SIENNA: Lightweight Generalizable Machine Learning Platform for Brain Tumor Diagnostics

Sreya Sunil,Rahul S. Rajeev,Ayan Chatterjee,Julie Pilitsis,Amitava Mukherjee,Janet L. Paluh
DOI: https://doi.org/10.1101/2024.04.03.24305210
2024-04-04
Abstract:The transformative integration of Machine Learning (ML) for Artificial General Intelligence (AGI)-enhanced clinical imaging diagnostics, is itself in development. In brain tumor pathologies, magnetic resonance imaging (MRI) is a critical step that impacts the decision for invasive surgery, yet expert MRI tumor typing is inconsistent and misdiagnosis can reach levels as high as 85%. Current state-of-the-art (SOTA) ML brain tumor models struggle with data overfitting and susceptibility to shortcut learning, further exacerbated in large-sized models with many tunable parameters. In a comparison with multiple SOTA models, our deep ML brain tumor diagnostics model, SIENNA, surpassed limitations in four key areas of prioritized minimal data preprocessing, an optimized architecture that reduces shortcut learning and overfitting, integrated inductive cross-validation method for generalizability, and smaller neural architecture. SIENNA is applicable across MRI machines and 1.5 and 3.0 Tesla, and achieves high average accuracies on clinical DICOM MRI data across three-way classification: 92% (non-tumor), 91% (GBM), and 93% (MET) with retained high F1 and AUROC values for limited false positives/negatives. SIENNA is a lightweight clinical-ready AGI framework compatible with future multimodal expanded data integration.
Radiology and Imaging
What problem does this paper attempt to address?
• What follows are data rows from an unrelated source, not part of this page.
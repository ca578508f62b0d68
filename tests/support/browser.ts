// Chromium for browser tests: the Debian binary, headless, with the flags that keep it quiet and
// offline (never a downloaded browser).
import { mkdirSync } from 'node:fs'
import { chromium, type Browser } from 'playwright-core'
import { afterAll, beforeAll } from 'vitest'

export const CHROMIUM_ARGS = ['--no-sandbox', '--disable-gpu', '--disable-quic', '--no-first-run',
  '--disable-background-networking', '--disable-component-update', '--disable-sync']

/** Screenshots for a person to look at (gitignored). */
export const ARTIFACTS = 'tests/artifacts'

export function launchChromium(): Promise<Browser> {
  return chromium.launch({ executablePath: '/usr/bin/chromium', headless: true, args: CHROMIUM_ARGS })
}

/** One Chromium for the calling test file: launched before its tests, closed after them. */
export function useChromium(): () => Browser {
  let browser: Browser | undefined
  beforeAll(async () => {
    mkdirSync(ARTIFACTS, { recursive: true })
    browser = await launchChromium()
  })
  afterAll(async () => { await browser?.close() })
  return () => browser!
}
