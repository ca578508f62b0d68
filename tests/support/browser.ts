// Chromium for browser tests: the Debian binary, headless, with the flags that keep it quiet and
// offline (never a downloaded browser).
import { mkdirSync } from 'node:fs'
import { chromium, type Browser, type Page } from 'playwright-core'
import { afterAll, beforeAll } from 'vitest'
import { signInPage } from './auth'

export const CHROMIUM_ARGS = ['--no-sandbox', '--disable-gpu', '--disable-quic', '--no-first-run',
  '--disable-background-networking', '--disable-component-update', '--disable-sync']

/** Screenshots for a person to look at (gitignored). */
export const ARTIFACTS = 'tests/artifacts'

export function launchChromium(): Promise<Browser> {
  return chromium.launch({ executablePath: '/usr/bin/chromium', headless: true, args: CHROMIUM_ARGS })
}

/** One Chromium for the calling test file: launched before its tests, closed after them. */
export function useChromium(): () => Browser {
  let browser: Browser | undefined
  beforeAll(async () => {
    mkdirSync(ARTIFACTS, { recursive: true })
    browser = await launchChromium()
  })
  afterAll(async () => { await browser?.close() })
  return () => browser!
}

/** A new page in its own browser context, signed in as `user` through the API. */
export async function signedInPage(
  browser: Browser, baseUrl: string, user: { email: string, password: string }, viewport: { width: number, height: number },
): Promise<Page> {
  const page = await (await browser.newContext({ viewport })).newPage()
  await signInPage(page, baseUrl, user.email, user.password)
  return page
}
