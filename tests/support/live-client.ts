// y-websocket clients in Node for tests and the benchmark: `ws` as the WebSocket, the session
// cookie (and optionally an Origin) in the upgrade headers, BroadcastChannel off.
import { WebSocket } from 'ws'
import * as Y from 'yjs'
import { WebsocketProvider } from 'y-websocket'
import { listenForAccessNotice } from '../../shared/live/provider'
import type { AccessNotice } from '../../shared/live/protocol'

export const DEMO_BOARD_ID = 'brackwater-915-antenna'

// y-websocket adds one process 'exit' listener per provider in Node; tests and the benchmark open
// hundreds on purpose.
process.setMaxListeners(Math.max(process.getMaxListeners(), 500))

export const liveUrl = (baseUrl: string) => `${baseUrl.replace(/^http/, 'ws')}/live`

export interface LiveClient {
  doc: Y.Doc
  provider: WebsocketProvider
  notices: AccessNotice[]
  closeCodes: number[]
  destroy: () => void
}

export function connectLive(baseUrl: string, boardId: string, headers: Record<string, string>, doc = new Y.Doc()): LiveClient {
  class HeaderSocket extends WebSocket {
    constructor(address: string, protocols?: string | string[]) {
      super(address, protocols, { headers })
    }
  }
  const provider = new WebsocketProvider(liveUrl(baseUrl), boardId, doc, {
    WebSocketPolyfill: HeaderSocket as unknown as typeof globalThis.WebSocket,
    disableBc: true,
  })
  const notices: AccessNotice[] = []
  const closeCodes: number[] = []
  listenForAccessNotice(provider, n => notices.push(n))
  provider.on('connection-close', (event) => { if (event) closeCodes.push(event.code) })
  return { doc, provider, notices, closeCodes, destroy: () => { provider.destroy(); doc.destroy() } }
}

/** Tries one upgrade and reports how it ended: 'open', or the HTTP status of the refusal. */
export function tryUpgrade(baseUrl: string, boardId: string, headers: Record<string, string>): Promise<'open' | number> {
  return new Promise((resolve, reject) => {
    const ws = new WebSocket(`${liveUrl(baseUrl)}/${encodeURIComponent(boardId)}`, { headers })
    const timer = setTimeout(() => { ws.terminate(); reject(new Error('upgrade neither opened nor was refused in 5 s')) }, 5000)
    ws.on('open', () => { clearTimeout(timer); ws.close(); resolve('open') })
    ws.on('unexpected-response', (_req, res) => { clearTimeout(timer); resolve(res.statusCode ?? 0); ws.terminate() })
    ws.on('error', () => {})
  })
}

export async function waitUntil(check: () => boolean, timeoutMs = 5000, what = 'condition'): Promise<void> {
  const deadline = Date.now() + timeoutMs
  while (!check()) {
    if (Date.now() > deadline) throw new Error(`timed out waiting for ${what}`)
    await new Promise(r => setTimeout(r, 10))
  }
}

export const whenSynced = (client: LiveClient, timeoutMs = 5000) => waitUntil(() => client.provider.synced, timeoutMs, 'sync')
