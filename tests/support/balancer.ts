// A stand-in for the load balancer in front of several nodes: a TCP pass-through on loopback (so
// WebSocket upgrades pass untouched) that hands each new connection to the next node in turn and,
// when that node refuses, to the one after it. No stickiness, as the nodes need none.
import { connect, createServer, type Socket } from 'node:net'

export interface Balancer {
  url: string
  /** How many connections each backend port has taken. */
  counts: Map<number, number>
  close: () => Promise<void>
}

export async function startBalancer(backendPorts: number[]): Promise<Balancer> {
  let next = 0
  const counts = new Map(backendPorts.map(port => [port, 0]))
  const sockets = new Set<Socket>()
  const server = createServer((client) => {
    sockets.add(client)
    client.on('close', () => sockets.delete(client))
    client.pause()
    const tryBackend = (attempt: number) => {
      if (attempt >= backendPorts.length) return client.destroy()
      const port = backendPorts[next++ % backendPorts.length]!
      const upstream = connect({ host: '127.0.0.1', port })
      let connected = false
      upstream.once('connect', () => {
        connected = true
        counts.set(port, counts.get(port)! + 1)
        sockets.add(upstream)
        upstream.on('close', () => { sockets.delete(upstream); client.destroy() })
        client.on('close', () => upstream.destroy())
        upstream.on('error', () => client.destroy())
        client.on('error', () => upstream.destroy())
        client.pipe(upstream)
        upstream.pipe(client)
        client.resume()
      })
      upstream.once('error', () => {
        // Refused (the node is down): the next one gets this connection.
        if (!connected) tryBackend(attempt + 1)
      })
    }
    tryBackend(0)
  })
  await new Promise<void>(ok => server.listen(0, '127.0.0.1', ok))
  const { port } = server.address() as { port: number }
  return {
    url: `http://127.0.0.1:${port}`,
    counts,
    close: () => new Promise<void>((ok) => {
      for (const socket of sockets) socket.destroy()
      server.close(() => ok())
    }),
  }
}
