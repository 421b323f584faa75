/**
 * The daily digest's words, as the mail (server) and the Board's preview (app) both write them, for
 * one route whose counts differ per state: 1 due, 2 partial, 3 complete, 4 skipped. Both specs
 * render this digest and expect these lines, so a changed word or order is one edit here.
 * Test data only: each spec types the digest with its own Digest interface (the shapes agree).
 */
import { PROGRESS_STATE_WORDS, PROGRESS_STATES, progressStateHeading } from '../progress-state';

export const DIGEST_STATE_COUNTS = { due: 1, partial: 2, complete: 3, skipped: 4 } as const;

/** The digest both specs render: one open campaign, one route, counts as DIGEST_STATE_COUNTS. */
export function digestWithStateCounts(site: { id: string; name: string; timezone: string }) {
  return {
    site,
    localDate: '2026-05-04',
    campaigns: [
      {
        id: 'c1',
        name: 'May round',
        startsOn: '2026-05-03',
        endsOn: '2026-05-05',
        routes: [
          {
            routeId: 'r1',
            routeName: 'North loop',
            due: ['C1'],
            partial: [
              { code: 'C2', missing: ['probes 0/1'] },
              { code: 'C3', missing: ['offset 0/1'] },
            ],
            complete: DIGEST_STATE_COUNTS.complete,
            skipped: DIGEST_STATE_COUNTS.skipped,
          },
        ],
      },
    ],
    anomalies: { total: 0, problems: 0, items: [] },
    silentDevices: [],
  };
}

/** What both surfaces write for that route: each count with its state's word, and the partial collar with what it misses. */
export const DIGEST_STATE_LINES = {
  counts: `North loop: ${PROGRESS_STATES.map((s) => `${DIGEST_STATE_COUNTS[s]} ${PROGRESS_STATE_WORDS[s]}`).join(', ')}`,
  partial: `${progressStateHeading('partial')} C2: still needs probes 0/1`,
  /** The due list starts with the state's word (the mail adds the count: "Due (1): C1"). */
  dueHeading: progressStateHeading('due'),
} as const;
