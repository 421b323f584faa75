import { randomUUID } from 'node:crypto';
import type { DataSource, EntityManager } from 'typeorm';
import { AppError } from '../core/errors';
import { ChangeBuffer, writeRecord, type Actor } from '../records/record-writer';
import {
  IMPORT_TARGETS,
  mappingErrors,
  parseCsv,
  resolveMapping,
  rowToCollar,
  type CellError,
  type ImportRequest,
  type ImportTarget,
  type LookupCodes,
  type RowResult,
} from './collar-csv';
import { siteForActor } from './site-access';

export interface ImportPreview {
  headers: string[];
  mapping: Partial<Record<ImportTarget, string>>;
  targets: typeof IMPORT_TARGETS;
  rows: { row: number; cells: Record<string, string>; errors: CellError[] }[];
  /** Errors about the whole file (structure, mapping, units of a column). */
  fileErrors: CellError[];
  validRows: number;
  errorRows: number;
}

async function lookupCodes(db: DataSource | EntityManager, siteId: string): Promise<LookupCodes> {
  const plots: { id: string; code: string }[] = await db.query(`SELECT id, code FROM plot WHERE site_id = $1 AND NOT deleted`, [siteId]);
  const treatments: { id: string; code: string }[] = await db.query(
    `SELECT id, code FROM treatment WHERE site_id = $1 AND NOT deleted AND level = 'collar'`,
    [siteId],
  );
  const collars: { code: string }[] = await db.query(`SELECT code FROM collar WHERE site_id = $1 AND NOT deleted`, [siteId]);
  return {
    plots: new Map(plots.map((p) => [p.code.toLowerCase(), p.id])),
    collarTreatments: new Map(treatments.map((t) => [t.code.toLowerCase(), t.id])),
    existingCollarCodes: new Set(collars.map((c) => c.code.toLowerCase())),
  };
}

function check(siteId: string, req: ImportRequest, codes: LookupCodes) {
  const { table, errors: structural } = parseCsv(req.csv);
  const mapping = resolveMapping(table.headers, req.mapping);
  const fileErrors = [...structural, ...mappingErrors(table.headers, mapping)];
  const seen = new Map<string, number>();
  const rows: RowResult[] = table.rows.map((r) => rowToCollar(siteId, r, mapping, codes, seen));
  if (!table.rows.length && !fileErrors.length) fileErrors.push({ row: 2, column: '(file)', message: 'The file has no collar rows' });
  return { headers: table.headers, mapping, fileErrors, rows };
}

/** Every row checked as the commit would check it, and nothing stored. */
export async function previewCollarImport(ds: DataSource, actor: Actor, siteId: string, req: ImportRequest): Promise<ImportPreview> {
  await siteForActor(ds, actor, siteId);
  const c = check(siteId, req, await lookupCodes(ds, siteId));
  const errorRows = c.rows.filter((r) => r.errors.length).length;
  return {
    headers: c.headers,
    mapping: c.mapping,
    targets: IMPORT_TARGETS,
    fileErrors: c.fileErrors,
    rows: c.rows.map((r) => ({ row: r.row, cells: r.cells, errors: r.errors })),
    validRows: c.rows.length - errorRows,
    errorRows,
  };
}

const asFields = (errors: CellError[]) => errors.map((e) => ({ path: `row ${e.row} · ${e.column}`, message: e.message }));

/**
 * All or nothing: the rows are checked again inside one transaction (another person may have
 * added a collar since the preview) and written through the one record writer; the first
 * refusal rolls everything back and the answer lists every row's errors.
 */
export async function commitCollarImport(
  ds: DataSource,
  actor: Actor,
  siteId: string,
  req: ImportRequest,
): Promise<{ created: number; collarIds: string[] }> {
  return ds.transaction(async (em) => {
    await siteForActor(em, actor, siteId);
    // Serialise imports of one site so two concurrent files cannot both add the same code.
    await em.query(`SELECT id FROM site WHERE id = $1 FOR UPDATE`, [siteId]);
    const c = check(siteId, req, await lookupCodes(em, siteId));
    const errors = [...c.fileErrors, ...c.rows.flatMap((r) => r.errors)];
    if (errors.length) {
      const bad = new Set(c.rows.filter((r) => r.errors.length).map((r) => r.row)).size;
      const what = c.fileErrors.length ? 'the file has errors' : `${bad} row${bad === 1 ? ' has' : 's have'} errors`;
      throw new AppError(400, `Nothing was imported: ${what}`, asFields(errors));
    }
    const changes = new ChangeBuffer();
    const collarIds: string[] = [];
    for (const r of c.rows) {
      const id = randomUUID();
      const outcome = await writeRecord(em, actor, { entity: 'collar', id, baseRev: null, op: 'upsert', fields: r.fields! }, changes);
      if (outcome.status !== 'applied') {
        throw new AppError(
          outcome.httpStatus ?? 400,
          `Nothing was imported: row ${r.row}: ${outcome.error?.message ?? outcome.status}`,
          (outcome.error?.fields ?? []).map((f) => ({ path: `row ${r.row} · ${f.path}`, message: f.message })),
        );
      }
      collarIds.push(id);
    }
    await changes.flush(em);
    return { created: collarIds.length, collarIds };
  });
}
The paper aims to address several key issues in brain tumor diagnosis, particularly the challenges faced when using Magnetic Resonance Imaging (MRI) for diagnosis. Specifically, the research team developed a lightweight, general-purpose machine learning platform called SIENNA to improve the accuracy of brain tumor diagnosis. The main issues mentioned in the paper include: 1. **Consistency issues in MRI diagnosis**: There is inconsistency in experts' judgments based on MRI for brain tumor types, with a misdiagnosis rate as high as 85%. 2. **Problems with existing machine learning models**: Current state-of-the-art (SOTA) machine learning models face issues of overfitting and shortcut learning when handling brain tumor diagnosis data. Large models are particularly prone to these problems. 3. **Challenges in data preprocessing**: Over-preprocessing of public datasets (such as the BraTS dataset) limits the generalization ability of models, making it difficult for these models to adapt to real-world clinical data. 4. **Insufficient model generalization**: Existing models perform poorly when faced with new patients or unseen data. Especially under traditional cross-validation methods, these models may encounter images from the same patient, which does not align with clinical reality. To address the above issues, the research team proposed the SIENNA platform, which has the following features: - **Minimal preprocessing**: SIENNA employs minimal data preprocessing steps to retain the key features of the original MRI DICOM data. - **Optimized architecture design**: The platform's design reduces the risk of shortcut learning and overfitting, and it can better generalize to new data. - **Inductive cross-validation method**: A specific cross-validation strategy is used to evaluate the model's performance when faced with new patient data. - **Small neural networks**: SIENNA uses smaller neural network structures, which helps improve the model's generalization ability. With these improvements, SIENNA achieved high average accuracy in three classification tasks: non-tumor (92%), glioblastoma (GBM) (91%), and metastatic tumor (MET) (93%), and also performed well on other performance metrics such as F1 score and AUROC value. Additionally, SIENNA has been shown to be more generalizable than other SOTA models trained on highly preprocessed datasets.